**Try it**
Some of the lines below need repeating. Reproduce exactly those between the lines holding "import subprocess" and "an array without", inclusive.

**Source records**
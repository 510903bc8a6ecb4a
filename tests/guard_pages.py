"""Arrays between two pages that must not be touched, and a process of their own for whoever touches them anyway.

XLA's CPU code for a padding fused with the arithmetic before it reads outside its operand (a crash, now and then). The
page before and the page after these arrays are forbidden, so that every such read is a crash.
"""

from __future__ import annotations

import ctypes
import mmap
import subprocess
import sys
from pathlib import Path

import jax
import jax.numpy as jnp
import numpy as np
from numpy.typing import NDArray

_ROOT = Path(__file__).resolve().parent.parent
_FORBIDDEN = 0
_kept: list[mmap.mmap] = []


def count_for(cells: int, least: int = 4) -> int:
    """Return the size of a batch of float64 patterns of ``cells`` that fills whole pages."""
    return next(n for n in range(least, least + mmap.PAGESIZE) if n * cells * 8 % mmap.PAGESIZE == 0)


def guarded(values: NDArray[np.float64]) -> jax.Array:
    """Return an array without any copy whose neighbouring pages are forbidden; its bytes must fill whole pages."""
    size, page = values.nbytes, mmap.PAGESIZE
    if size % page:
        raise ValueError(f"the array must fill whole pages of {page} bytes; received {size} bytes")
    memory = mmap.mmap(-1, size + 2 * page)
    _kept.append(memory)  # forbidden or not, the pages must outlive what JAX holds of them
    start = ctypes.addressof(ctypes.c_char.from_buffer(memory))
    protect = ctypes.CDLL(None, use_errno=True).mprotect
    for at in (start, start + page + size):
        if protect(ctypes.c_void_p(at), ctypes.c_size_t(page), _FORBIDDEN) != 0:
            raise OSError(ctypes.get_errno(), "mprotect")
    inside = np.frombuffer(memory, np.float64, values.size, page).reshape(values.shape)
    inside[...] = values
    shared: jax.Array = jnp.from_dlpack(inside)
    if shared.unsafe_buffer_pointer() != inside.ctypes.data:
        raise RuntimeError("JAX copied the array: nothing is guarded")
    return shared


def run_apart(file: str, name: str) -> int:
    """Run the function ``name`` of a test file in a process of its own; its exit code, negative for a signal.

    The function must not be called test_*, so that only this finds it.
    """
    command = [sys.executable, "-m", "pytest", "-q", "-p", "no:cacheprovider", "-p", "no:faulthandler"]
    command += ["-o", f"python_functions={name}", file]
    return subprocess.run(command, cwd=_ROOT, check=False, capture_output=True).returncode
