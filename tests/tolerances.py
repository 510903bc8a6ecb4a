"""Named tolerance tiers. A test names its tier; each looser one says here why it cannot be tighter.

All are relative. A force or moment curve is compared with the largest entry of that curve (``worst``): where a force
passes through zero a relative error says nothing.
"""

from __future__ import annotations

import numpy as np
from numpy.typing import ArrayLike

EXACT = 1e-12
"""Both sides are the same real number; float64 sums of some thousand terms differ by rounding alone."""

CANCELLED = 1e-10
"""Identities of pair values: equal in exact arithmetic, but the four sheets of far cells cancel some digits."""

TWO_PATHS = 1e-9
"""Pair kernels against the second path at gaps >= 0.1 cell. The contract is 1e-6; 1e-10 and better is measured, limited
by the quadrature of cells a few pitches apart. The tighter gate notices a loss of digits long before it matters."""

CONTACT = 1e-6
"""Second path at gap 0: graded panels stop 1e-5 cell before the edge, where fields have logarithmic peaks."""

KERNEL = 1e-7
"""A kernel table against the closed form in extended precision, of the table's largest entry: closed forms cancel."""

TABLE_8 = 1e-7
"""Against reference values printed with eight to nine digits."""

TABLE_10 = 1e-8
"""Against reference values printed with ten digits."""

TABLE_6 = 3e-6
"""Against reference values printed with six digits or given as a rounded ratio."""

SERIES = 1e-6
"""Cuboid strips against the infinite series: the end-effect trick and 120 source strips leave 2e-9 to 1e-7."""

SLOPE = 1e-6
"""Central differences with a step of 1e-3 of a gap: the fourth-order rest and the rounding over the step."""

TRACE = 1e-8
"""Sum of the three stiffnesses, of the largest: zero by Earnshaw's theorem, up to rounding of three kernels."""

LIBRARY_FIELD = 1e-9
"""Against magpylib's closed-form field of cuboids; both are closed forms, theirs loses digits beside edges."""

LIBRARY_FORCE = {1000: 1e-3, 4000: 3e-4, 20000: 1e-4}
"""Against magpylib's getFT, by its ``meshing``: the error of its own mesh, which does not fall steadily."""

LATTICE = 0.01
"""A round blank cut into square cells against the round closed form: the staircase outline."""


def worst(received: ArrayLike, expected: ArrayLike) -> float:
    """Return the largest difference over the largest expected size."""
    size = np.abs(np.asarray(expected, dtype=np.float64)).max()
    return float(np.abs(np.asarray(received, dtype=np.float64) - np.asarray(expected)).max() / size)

**Response below**
import subprocess
import sys
from pathlib import Path

import jax
import jax.numpy as jnp
import numpy as np
from numpy.typing import NDArray

_ROOT = Path(__file__).resolve().parent.parent
_FORBIDDEN = 0
_kept: list[mmap.mmap] = []


def count_for(cells: int, least: int = 4) -> int:
    """Return the size of a batch of float64 patterns of ``cells`` that fills whole pages."""
    return next(n for n in range(least, least + mmap.PAGESIZE) if n * cells * 8 % mmap.PAGESIZE == 0)


def guarded(values: NDArray[np.float64]) -> jax.Array:
    """Return an array without any copy whose neighbouring pages are forbidden; its bytes must fill whole pages."""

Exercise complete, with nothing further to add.